(Saved data entries)
[Start of Attachment]

// Pools runs of bench/proca-speed.bench.mjs (their JSON result files, same modes): per row the least CPU of
// each timed call over the runs (on a shared machine load only ever adds CPU time, so the least is the
// best estimate of each), and the ratios formed from those: per Γ (for even-1 and even-2 the pair over 2)
// against the massless mode, for this checkout ("after") and the baseline ("before").
//   node bench/proca-speed-pool.mjs bench/results/<run1>.json bench/results/<run2>.json ...
import { readFileSync } from 'node:fs';
import { fmt, median, table } from './lib.mjs';

const runs = process.argv.slice(2).map((f) => JSON.parse(readFileSync(f, 'utf8')).records);
if (runs.length === 0) throw new Error('give the JSON result files of proca-speed runs');
const key = (r) => `${r.l}|${r.omega}|${r.fieldMass}|${r.polarization}`;
const least = (k, field) => Math.min(...runs.map((rs) => rs.find((r) => key(r) === k)?.[field] ?? Number.NaN));
const rows = [];
const after = [];
const before = [];
for (const r of runs[0]) {
  const k = key(r);
  const even = r.polarization.startsWith('even');
  const massless = least(k, 'msMassless');
  const a = (even ? least(k, 'msPairAfter') / 2 : least(k, 'msAfter')) / massless;
  const b = (even ? least(k, 'msPairBefore') / 2 : least(k, 'msBefore')) / massless;
  after.push({ r, a });
  before.push(b);
  rows.push([
    r.l,
    r.omega,
    fmt(r.fieldMass, 3),
    fmt(r.v, 2),
    r.polarization,
    fmt(massless, 3),
    fmt(b, 2),
    fmt(a, 2),
    `${r.rhsBefore}/${r.rhsAfter}`,
  ]);
}
console.log(`${runs.length} runs pooled (least CPU per call over the runs)`);
console.log(table(['l', 'Mω', 'Mμ', 'v', 'pol', 'massless ms', 'per Γ before', 'per Γ after', 'RHS before/after'], rows));
const a = after.map((x) => x.a);
console.log(
  `per Γ: before median ${fmt(median(before))}, max ${fmt(Math.max(...before))}; after median ${fmt(median(a))}, max ${fmt(Math.max(...a))}`,
);
for (const [name, keep] of [
  ['even sector', (r) => r.polarization.startsWith('even')],
  ['odd + monopole', (r) => !r.polarization.startsWith('even')],
  ['even, v ≤ 0.141', (r) => r.polarization.startsWith('even') && r.v < 0.15],
]) {
  const idx = after.map((x, i) => (keep(x.r) ? i : -1)).filter((i) => i >= 0);
  const aa = idx.map((i) => after[i].a);
  const bb = idx.map((i) => before[i]);
  console.log(
    `  ${name} (${idx.length}): before median ${fmt(median(bb))}, max ${fmt(Math.max(...bb))}; after median ${fmt(median(aa))}, max ${fmt(Math.max(...aa))}`,
  );
}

[End of Attachment]

(TASK GOAL)
Copy out each line of the data containing the string "import".

(WRITTEN REPLY)
import { readFileSync } from 'node:fs';
import { fmt, median, table } from './lib.mjs';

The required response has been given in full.